Having read the listing below, repeat it exactly.

+ + + + +

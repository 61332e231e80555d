"""A spreadsheet or .csv → rows of named cells: the header found, units and decimal signs settled, each cell with its place."""

from __future__ import annotations

import re
from collections.abc import Iterable, Mapping
from dataclasses import dataclass, field
from pathlib import Path

from reconcile.campaign.campaign import Table
from reconcile.campaign.number_text import decimal_evidence, is_blank, settle_decimal, to_float
from reconcile.campaign.quantity import EXAMPLES, UnknownUnit, parse_unit
from reconcile.campaign.refusal import Note, Place, Refusal, nearest
from reconcile.read.cells import Cell, Merged, Row, Sheet
from reconcile.read.delimited import read_delimited
from reconcile.read.workbook import read_workbook

TARGETS = ("shot", "sample")
_BRACKETS = re.compile(r"[(\[]([^()\[\]]*(?:\([^()]*\)[^()\[\]]*)?)[)\]]")
# First words of rows that sum up the others, in the languages of the laboratories at hand; no shot has such a name.
_SUMMARIES = frozenset(
    {
        *("total", "totals", "sum", "sums", "mean", "average", "avg", "median", "std", "stdev", "sd", "min", "max"),
        *("minimum", "maximum", "count", "summe", "gesamt", "mittel", "mittelwert", "standardabweichung", "anzahl"),
        *("somme", "moyenne"),
    }
)


@dataclass(frozen=True, slots=True)
class Column:
    """One named column of a sheet."""

    key: str  # its name in the manifest: "shot", "value" …
    header: str  # as the file writes it
    number: int  # from 1
    place: Place
    unit: str  # as written; "1" for a pure number
    si_unit: str | None  # None: text
    decimal: str = "."
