"""Checked records as frozen dataclasses, and the units they are written in."""
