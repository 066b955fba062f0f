"""The closed sets of words that records use, one enum each."""

from __future__ import annotations

import enum


class Origin(enum.StrEnum):
    """Whose record it is: a published fact shipped with the program, or the lab's own."""

    REFERENCE = "reference"
    LAB = "lab"


class Trust(enum.StrEnum):
    """Whether a fact was seen in a text that quotes its source, or recalled."""

    READ = "read"
    RECALLED = "recalled"


class PartTrust(enum.StrEnum):
    """Trust in one part of a chemical's record; a gap is a part that nobody has found."""

    READ = "read"
    RECALLED = "recalled"
    GAP = "gap"


class Confidence(enum.StrEnum):
    """How sure it is that a published number belongs to this film in this etchant."""

    HIGH = "high"
    MEDIUM = "medium"
    LOW = "low"


class Method(enum.StrEnum):
    """How a film is removed."""

    WET = "wet"
    VAPOUR = "vapour"
    PLASMA = "plasma"
    CYCLIC = "cyclic"
    LIFT_OFF = "lift-off"


class State(enum.StrEnum):
    """The state in which an etchant reaches the film."""

    LIQUID = "liquid"
    VAPOUR = "vapour"
    PLASMA = "plasma"


class FilmFamily(enum.StrEnum):
    """The family of a film: it decides the drawing and groups matrices, never a verdict."""

    SEMICONDUCTOR = "semiconductor"
    OXIDE = "oxide"
    NITRIDE = "nitride"
    METAL = "metal"
    POLYMER = "polymer"
    RESIST = "resist"
    OTHER = "other"


class FilmClass(enum.StrEnum):
    """A film as deposited, or a name for several films, whose rates are hints only."""

    FILM = "film"
    FAMILY = "family"


class Electrical(enum.StrEnum):
    """What a film is in a galvanic couple."""

    METAL = "metal"
    SEMICONDUCTOR = "semiconductor"
    INSULATOR = "insulator"


class Barrier(enum.StrEnum):
    """Whether a liquid or vapour passes a film before the film is gone; only `dense` stops it."""

    DENSE = "dense"
    COLUMNAR = "columnar"
    PINHOLED = "pinholed"
    UNKNOWN = "unknown"


class SigmaClass(enum.StrEnum):
    """Whether a film is so well defined that published wet rates carry over closely."""

    CLOSE = "close"
    OTHER = "other"


class RateKind(enum.StrEnum):
    """What a published number is."""

    RATE = "rate"
    RANGE = "range"
    UPPER_LIMIT = "upper_limit"
    LOWER_LIMIT = "lower_limit"
    NONE_SEEN = "none_seen"


class PublishedRank(enum.StrEnum):
    """Rank of a published rate; `unchecked` if it is recalled or rests on a guess."""

    LITERATURE = "literature"
    UNCHECKED = "unchecked"


class Effect(enum.StrEnum):
    """What an etchant is said to do to a film."""

    ATTACKS = "attacks"
    RESISTS = "resists"
    PEELS = "peels"
    SWELLS = "swells"
    ROUGHENS = "roughens"
    CRACKS = "cracks"
    OXIDISES = "oxidises"
    RESIDUE = "residue"


class CoupleEffect(enum.StrEnum):
    """What the contact of two films does in an etchant."""

    NONE = "none"
    ATTACKS = "attacks"
    UNDERCUT = "undercut"


class Bath(enum.StrEnum):
    """How a bath keeps its temperature."""

    THERMOSTATED = "thermostated"
    OPEN = "open"
    SELF_HEATING = "self-heating"


class PublishedConditions(enum.StrEnum):
    """Whether reactor and settings are those under which the rates were published."""

    SAME = "same"
    DIFFERENT = "different"


class Status(enum.StrEnum):
    """State of a recipe."""

    DRAFT = "draft"
    PROVEN = "proven"
    RETIRED = "retired"


class AfterStepKind(enum.StrEnum):
    """What a step after the etch is for."""

    RINSE = "rinse"
    QUENCH = "quench"
    STRIP = "strip"
    PASSIVATE = "passivate"
    DRY = "dry"
    OTHER = "other"


class ToolKind(enum.StrEnum):
    """Kind of a bench or chamber."""

    BENCH = "bench"
    VAPOUR = "vapour"
    PLASMA = "plasma"
    DEEP_SILICON = "deep-silicon"
    ASH = "ash"


class Signal(enum.StrEnum):
    """GHS signal word."""

    DANGER = "danger"
    WARNING = "warning"
    NONE = "none"
    PENDING = "pending"


class ExposureKind(enum.StrEnum):
    """Kind of an exposure limit: average, short term, ceiling (over so many minutes), immediate danger."""

    TWA = "TWA"
    STEL = "STEL"
    C = "C"
    C10 = "C10"
    C15 = "C15"
    IDLH = "IDLH"


class SideKind(enum.StrEnum):
    """What one side of a mixing rule names."""

    CHEMICAL = "chemical"
    GROUP = "group"
    FILM_GROUP = "film_group"
    ETCHANT = "etchant"
    CONTAINER = "container"
    MATERIAL = "material"


class MixingSeverity(enum.StrEnum):
    """Whether a plan with both sides is refused, or carries a caution."""

    FORBID = "forbid"
    CAUTION = "caution"


class FitnessVerdict(enum.StrEnum):
    """Whether a container material stands a chemical."""

    USABLE = "usable"
    LIMITED = "limited"
    NOT_USABLE = "not-usable"


class CodeKind(enum.StrEnum):
    """Kind of a GHS code."""

    H_STATEMENT = "h-statement"
    EU_STATEMENT = "eu-statement"
    PICTOGRAM = "pictogram"
    PRECEDENCE = "precedence"


class HazardKind(enum.StrEnum):
    """Where a plasma hazard sits."""

    GAS = "gas"
    CHAMBER = "chamber"
    FILM = "film"
    BY_PRODUCT = "by-product"
    PUMP = "pump"
    RESIDUE = "residue"


class Role(enum.StrEnum):
    """Where a film stands on a sample: in the stack, elsewhere in reach of the etch, or on the back."""

    MASK = "mask"
    TARGET = "target"
    UNDER = "under"
    EXPOSED = "exposed"
    BACK = "back"


class Exposure(enum.StrEnum):
    """Which part of a film the etch reaches."""

    FACE = "face"
    SIDEWALL = "sidewall"
    BOTH_FACES = "both-faces"


class Surface(enum.StrEnum):
    """`critical`: roughening counts as loss of the film."""

    CRITICAL = "critical"


class Edge(enum.StrEnum):
    """Whether the edge of a sample is open to the etch."""

    OPEN = "open"
    PROTECTED = "protected"
    UNUSED = "unused"


class Treatment(enum.StrEnum):
    """A step of a sequence that is no etch of the target."""

    DEVELOP = "develop"
    STRIP = "strip"
    CLEAN = "clean"
    REWORK = "rework"
    RINSE = "rinse"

+ + + + +

■ **TASK SOLUTION**:
repository 61332e231e80555d
"""A spreadsheet or .csv → rows of named cells: the header found, units and decimal signs settled, each cell with its place."""

from __future__ import annotations

import re
from collections.abc import Iterable, Mapping
from dataclasses import dataclass, field
from pathlib import Path

from reconcile.campaign.campaign import Table
from reconcile.campaign.number_text import decimal_evidence, is_blank, settle_decimal, to_float
from reconcile.campaign.quantity import EXAMPLES, UnknownUnit, parse_unit
from reconcile.campaign.refusal import Note, Place, Refusal, nearest
from reconcile.read.cells import Cell, Merged, Row, Sheet
from reconcile.read.delimited import read_delimited
from reconcile.read.workbook import read_workbook

TARGETS = ("shot", "sample")
_BRACKETS = re.compile(r"[(\[]([^()\[\]]*(?:\([^()]*\)[^()\[\]]*)?)[)\]]")
# First words of rows that sum up the others, in the languages of the laboratories at hand; no shot has such a name.
_SUMMARIES = frozenset(
    {
        *("total", "totals", "sum", "sums", "mean", "average", "avg", "median", "std", "stdev", "sd", "min", "max"),
        *("minimum", "maximum", "count", "summe", "gesamt", "mittel", "mittelwert", "standardabweichung", "anzahl"),
        *("somme", "moyenne"),
    }
)


@dataclass(frozen=True, slots=True)
class Column:
    """One named column of a sheet."""

    key: str  # its name in the manifest: "shot", "value" …
    header: str  # as the file writes it
    number: int  # from 1
    place: Place
    unit: str  # as written; "1" for a pure number
    si_unit: str | None  # None: text
    decimal: str = "."
"""Checked records as frozen dataclasses, and the units they are written in."""
repository 066b955fba062f0f
"""The closed sets of words that records use, one enum each."""

from __future__ import annotations

import enum


class Origin(enum.StrEnum):
    """Whose record it is: a published fact shipped with the program, or the lab's own."""

    REFERENCE = "reference"
    LAB = "lab"


class Trust(enum.StrEnum):
    """Whether a fact was seen in a text that quotes its source, or recalled."""

    READ = "read"
    RECALLED = "recalled"


class PartTrust(enum.StrEnum):
    """Trust in one part of a chemical's record; a gap is a part that nobody has found."""

    READ = "read"
    RECALLED = "recalled"
    GAP = "gap"


class Confidence(enum.StrEnum):
    """How sure it is that a published number belongs to this film in this etchant."""

    HIGH = "high"
    MEDIUM = "medium"
    LOW = "low"


class Method(enum.StrEnum):
    """How a film is removed."""

    WET = "wet"
    VAPOUR = "vapour"
    PLASMA = "plasma"
    CYCLIC = "cyclic"
    LIFT_OFF = "lift-off"


class State(enum.StrEnum):
    """The state in which an etchant reaches the film."""

    LIQUID = "liquid"
    VAPOUR = "vapour"
    PLASMA = "plasma"


class FilmFamily(enum.StrEnum):
    """The family of a film: it decides the drawing and groups matrices, never a verdict."""

    SEMICONDUCTOR = "semiconductor"
    OXIDE = "oxide"
    NITRIDE = "nitride"
    METAL = "metal"
    POLYMER = "polymer"
    RESIST = "resist"
    OTHER = "other"


class FilmClass(enum.StrEnum):
    """A film as deposited, or a name for several films, whose rates are hints only."""

    FILM = "film"
    FAMILY = "family"


class Electrical(enum.StrEnum):
    """What a film is in a galvanic couple."""

    METAL = "metal"
    SEMICONDUCTOR = "semiconductor"
    INSULATOR = "insulator"


class Barrier(enum.StrEnum):
    """Whether a liquid or vapour passes a film before the film is gone; only `dense` stops it."""

    DENSE = "dense"
    COLUMNAR = "columnar"
    PINHOLED = "pinholed"
    UNKNOWN = "unknown"


class SigmaClass(enum.StrEnum):
    """Whether a film is so well defined that published wet rates carry over closely."""

    CLOSE = "close"
    OTHER = "other"


class RateKind(enum.StrEnum):
    """What a published number is."""

    RATE = "rate"
    RANGE = "range"
    UPPER_LIMIT = "upper_limit"
    LOWER_LIMIT = "lower_limit"
    NONE_SEEN = "none_seen"


class PublishedRank(enum.StrEnum):
    """Rank of a published rate; `unchecked` if it is recalled or rests on a guess."""

    LITERATURE = "literature"
    UNCHECKED = "unchecked"


class Effect(enum.StrEnum):
    """What an etchant is said to do to a film."""

    ATTACKS = "attacks"
    RESISTS = "resists"
    PEELS = "peels"
    SWELLS = "swells"
    ROUGHENS = "roughens"
    CRACKS = "cracks"
    OXIDISES = "oxidises"
    RESIDUE = "residue"


class CoupleEffect(enum.StrEnum):
    """What the contact of two films does in an etchant."""

    NONE = "none"
    ATTACKS = "attacks"
    UNDERCUT = "undercut"


class Bath(enum.StrEnum):
    """How a bath keeps its temperature."""

    THERMOSTATED = "thermostated"
    OPEN = "open"
    SELF_HEATING = "self-heating"


class PublishedConditions(enum.StrEnum):
    """Whether reactor and settings are those under which the rates were published."""

    SAME = "same"
    DIFFERENT = "different"


class Status(enum.StrEnum):
    """State of a recipe."""

    DRAFT = "draft"
    PROVEN = "proven"
    RETIRED = "retired"


class AfterStepKind(enum.StrEnum):
    """What a step after the etch is for."""

    RINSE = "rinse"
    QUENCH = "quench"
    STRIP = "strip"
    PASSIVATE = "passivate"
    DRY = "dry"
    OTHER = "other"


class ToolKind(enum.StrEnum):
    """Kind of a bench or chamber."""

    BENCH = "bench"
    VAPOUR = "vapour"
    PLASMA = "plasma"
    DEEP_SILICON = "deep-silicon"
    ASH = "ash"


class Signal(enum.StrEnum):
    """GHS signal word."""

    DANGER = "danger"
    WARNING = "warning"
    NONE = "none"
    PENDING = "pending"


class ExposureKind(enum.StrEnum):
    """Kind of an exposure limit: average, short term, ceiling (over so many minutes), immediate danger."""

    TWA = "TWA"
    STEL = "STEL"
    C = "C"
    C10 = "C10"
    C15 = "C15"
    IDLH = "IDLH"


class SideKind(enum.StrEnum):
    """What one side of a mixing rule names."""

    CHEMICAL = "chemical"
    GROUP = "group"
    FILM_GROUP = "film_group"
    ETCHANT = "etchant"
    CONTAINER = "container"
    MATERIAL = "material"


class MixingSeverity(enum.StrEnum):
    """Whether a plan with both sides is refused, or carries a caution."""

    FORBID = "forbid"
    CAUTION = "caution"


class FitnessVerdict(enum.StrEnum):
    """Whether a container material stands a chemical."""

    USABLE = "usable"
    LIMITED = "limited"
    NOT_USABLE = "not-usable"


class CodeKind(enum.StrEnum):
    """Kind of a GHS code."""

    H_STATEMENT = "h-statement"
    EU_STATEMENT = "eu-statement"
    PICTOGRAM = "pictogram"
    PRECEDENCE = "precedence"


class HazardKind(enum.StrEnum):
    """Where a plasma hazard sits."""

    GAS = "gas"
    CHAMBER = "chamber"
    FILM = "film"
    BY_PRODUCT = "by-product"
    PUMP = "pump"
    RESIDUE = "residue"


class Role(enum.StrEnum):
    """Where a film stands on a sample: in the stack, elsewhere in reach of the etch, or on the back."""

    MASK = "mask"
    TARGET = "target"
    UNDER = "under"
    EXPOSED = "exposed"
    BACK = "back"


class Exposure(enum.StrEnum):
    """Which part of a film the etch reaches."""

    FACE = "face"
    SIDEWALL = "sidewall"
    BOTH_FACES = "both-faces"


class Surface(enum.StrEnum):
    """`critical`: roughening counts as loss of the film."""

    CRITICAL = "critical"


class Edge(enum.StrEnum):
    """Whether the edge of a sample is open to the etch."""

    OPEN = "open"
    PROTECTED = "protected"
    UNUSED = "unused"


class Treatment(enum.StrEnum):
    """A step of a sequence that is no etch of the target."""

    DEVELOP = "develop"
    STRIP = "strip"
    CLEAN = "clean"
    REWORK = "rework"
    RINSE = "rinse"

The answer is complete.